In a double-blind, placebo-controlled Phase 2 clinical trial in 216 patients with uterine fibroids, women who received relugolix experienced a statistically significant reduction in menorrhagia, or heavy menstrual bleeding. In a double-blind, placebo-controlled Phase 2 clinical trial in 487 patients with endometriosis, women who received relugolix experienced statistically significant reductions in non-menstrual and menstrual pelvic pain. In two randomized Phase 2 studies in approximately 228 men with advanced prostate cancer, oral once-daily relugolix suppressed serum testosterone to castrate levels and decreased PSA. Across all phase 2 studies, relugolix was generally well-tolerated and its safety profile was consistent with its mechanism of action. Takeda is currently conducting two Phase 3 studies in women with uterine fibroids in Japan.

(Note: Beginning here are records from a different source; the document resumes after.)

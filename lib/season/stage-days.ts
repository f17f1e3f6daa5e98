/**
 * A planting on the run's time axis: when it starts, its cycles and their stages, as dates, thermal time and frost settle them.
 */
import { dayNumber } from '../base/civil-date.ts';
import { type Cycle, cyclesOf, type StageLengths } from '../crop/curve.ts';
import { killingFrostDay } from '../crop/killing-frost.ts';
import { type Flooding, floodingOf } from '../crop/rice.ts';
import { type FoundStart, findStart } from '../crop/start-rule.ts';
import { sumDegreeDays, thermalLengths } from '../crop/thermal-time.ts';
import type { PackedSeason } from './pack.ts';
import type { CropCalendar, Planting, ThermalStages } from './types.ts';

/** A planting on the run's time axis. Days are offsets from the first day of the run. */
export interface PlantedCycles {
  readonly planting: Planting;
  /** place in the parcel's list of plantings */
  readonly index: number;
  /** empty when the crop never starts: harvested before its start rule is met */
  readonly cycles: readonly Cycle[];
  /** first day on which no irrigation starts or goes on; Infinity for none */
  readonly lastIrrigation: number;
  /** first day of each stage of the first cycle, and the first day after the last cycle; −1 throughout when the crop never starts */
  readonly stageDays: readonly [number, number, number, number, number];
  /** day of the planting date: the earliest that a start rule allows, and where dormancy begins */
  readonly earliest: number;
  /** how a start rule was met; null without one */
  readonly start: FoundStart | null;
  /** first day that a killing frost took from the crop; Infinity for none */
  readonly frost: number;
  /** days on which a perennial is dormant: before its start and after its end, to the harvest or the end of the run; null for a crop without dormancy */
  readonly dormantTo: number | null;
  readonly flooding: Flooding | null;
}

/**
 * A planting that makes way for the next one on its land: its cycles end on that day at the latest.
 *
 * @param day first day of the other planting
 */
export function cutShort(planted: PlantedCycles, day: number): PlantedCycles {
  const cycles = planted.cycles.filter(({ start }) => start < day).map((cycle) => (cycle.end <= day ? cycle : { ...cycle, end: day }));
  const { paddy } = planted.planting.crop;
  return {
    ...planted,
    cycles,
    stageDays: stageDaysOf(cycles),
    dormantTo: planted.dormantTo === null ? null : Math.min(planted.dormantTo, day),
    flooding: paddy && cycles.length > 0 ? floodingOf(cycles[0].start, cycles[cycles.length - 1].end, paddy) : null,
  };
}

/** Whether the weather decides any of a calendar's days, so that its cycles differ from parcel to parcel. */
export function followsWeather({ thermal, laterThermal, start, killingFrost }: CropCalendar): boolean {
  return thermal !== undefined || laterThermal !== undefined || start !== undefined || killingFrost !== undefined;
}

/**
 * Lays one planting on the time axis. A calendar that follows the weather reads `season.weather`, which must be the parcel's own.
 *
 * The harvest date, where there is one, ends the crop; a killing frost ends it earlier. Without a harvest date an annual crop ends with its stages, a
 * standing crop that waits for a killing frost with the frost or the run.
 *
 * Source: FAO-56 chapter 6, growing seasons and forage.
 */
export function plantedCycles(season: PackedSeason, planting: Planting, index: number): PlantedCycles {
  const { crop, calendar } = planting;
  const runEnd = season.input.dayCount;
  const earliest = dayNumber(planting.plantingDate) - season.firstDay;
  const given = planting.harvestDate === null ? Number.POSITIVE_INFINITY : dayNumber(planting.harvestDate) - season.firstDay;
  const found = foundStart(season, calendar, earliest);
  const start = found === null ? earliest : Math.max(earliest, found.day + (calendar.start?.offset ?? 0));
  const frost = frostDay(season, calendar, start);
  const standing = crop.type !== 'annual';
  const until = standing && calendar.killingFrost ? Math.min(given, frost, runEnd) : Math.min(given, frost);
  const cuts = planting.cutDates.map((date) => dayNumber(date) - season.firstDay);
  const harvest = Number.isFinite(frost) ? endOfAnnual(season, planting, start, until) : until;
  const cycles = harvest <= start ? [] : cyclesTo(season, planting, { start, until: harvest, cuts });
  const end = cycles.length > 0 ? cycles[cycles.length - 1].end : start;
  const waits = standing && (calendar.start !== undefined || calendar.killingFrost !== undefined);
  return {
    planting,
    index,
    cycles,
    lastIrrigation: lastIrrigationOf(planting, cycles, cuts.length > 0),
    stageDays: stageDaysOf(cycles),
    earliest,
    start: found,
    frost: frost <= end ? frost : Number.POSITIVE_INFINITY,
    dormantTo: waits ? Math.min(given, runEnd) : null,
    flooding: crop.paddy && cycles.length > 0 ? floodingOf(cycles[0].start, end, crop.paddy) : null,
  };
}

function cyclesTo(
  season: PackedSeason,
  { crop, calendar }: Planting,
  { start, until, cuts }: { start: number; until: number; cuts: readonly number[] },
): Cycle[] {
  return cyclesOf({
    start,
    harvest: until,
    lengths: calendar,
    later: calendar.laterCycle,
    cuts,
    repeats: crop.type === 'forage-cut',
    runEnd: season.input.dayCount,
    lengthsOf: calendar.thermal || calendar.laterThermal ? (cycle, first) => lengthsByWeather(season, calendar, cycle, first) : undefined,
  });
}

/** A frost does not keep an annual crop standing past its stages: the earlier of the two ends it, unless a harvest date does. */
function endOfAnnual(season: PackedSeason, planting: Planting, start: number, until: number): number {
  const { crop, harvestDate, cutDates } = planting;
  if (crop.type !== 'annual' || harvestDate !== null || cutDates.length > 0) return until;
  const [cycle] = cyclesTo(season, planting, { start, until: Number.POSITIVE_INFINITY, cuts: [] });
  return Math.min(until, cycle.end);
}

function foundStart(season: PackedSeason, calendar: CropCalendar, earliest: number): FoundStart | null {
  return calendar.start ? findStart(calendar.start, earliest, calendar.start.latest, season.weather) : null;
}

function frostDay(season: PackedSeason, { killingFrost }: CropCalendar, start: number): number {
  return killingFrost ? killingFrostDay(season.weather.airTemperatureMin, start, killingFrost) : Number.POSITIVE_INFINITY;
}

/** Stages of a cycle by thermal time; a kind of cycle without sums of its own goes by its days, a later one else by the first one's sums. */
function lengthsByWeather(season: PackedSeason, calendar: CropCalendar, cycle: number, start: number): StageLengths {
  const days: StageLengths = cycle === 0 ? calendar : (calendar.laterCycle ?? calendar);
  const stages = stagesOfCycle(calendar, cycle);
  return stages === undefined ? days : thermalLengths(start, stages, days, degreeDaySums(season, stages));
}

/** Sums of the stages of a cycle; undefined where it goes by days. */
export function stagesOfCycle(calendar: CropCalendar, cycle: number): ThermalStages | undefined {
  if (cycle === 0) return calendar.thermal;
  return calendar.laterThermal ?? (calendar.laterCycle ? undefined : calendar.thermal);
}

const scratch = new WeakMap<PackedSeason, Float64Array>();

/** Running sums of the parcel's degree days; overwritten by the next call for the same season. */
export function degreeDaySums(season: PackedSeason, limits: { readonly base: number; readonly ceiling: number }): Float64Array {
  let into = scratch.get(season);
  if (into === undefined) {
    into = new Float64Array(season.input.dayCount + 1);
    scratch.set(season, into);
  }
  return sumDegreeDays(season.weather.airTemperatureMax, season.weather.airTemperatureMin, limits, into);
}

function lastIrrigationOf({ crop }: Planting, cycles: readonly Cycle[], cut: boolean): number {
  if (crop.type === 'forage-cut' || cut || crop.lastIrrigation >= 1 || cycles.length === 0) return Number.POSITIVE_INFINITY;
  const [{ start, lengths }] = cycles;
  return start + lengths.initial + lengths.development + lengths.mid + crop.lastIrrigation * lengths.late;
}

function stageDaysOf(cycles: readonly Cycle[]): PlantedCycles['stageDays'] {
  if (cycles.length === 0) return [-1, -1, -1, -1, -1];
  const { start, end, lengths } = cycles[0];
  const within = (day: number) => Math.min(end, day);
  const development = start + lengths.initial;
  const mid = development + lengths.development;
  return [start, within(development), within(mid), within(mid + lengths.mid), cycles[cycles.length - 1].end];
}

Unlike GnRH agonists, relugolix does not cause transient increases in gonadotropin secretion (flare), which can result in an initial worsening of clinical symptoms. Moreover, upon treatment discontinuation, its effects diminish quickly and hormone levels rapidly return to baseline. We believe relugolix, when co-administered with low-dose estrogen and progesterone add-back therapy, will preserve bone mineral density in women and increase tolerability.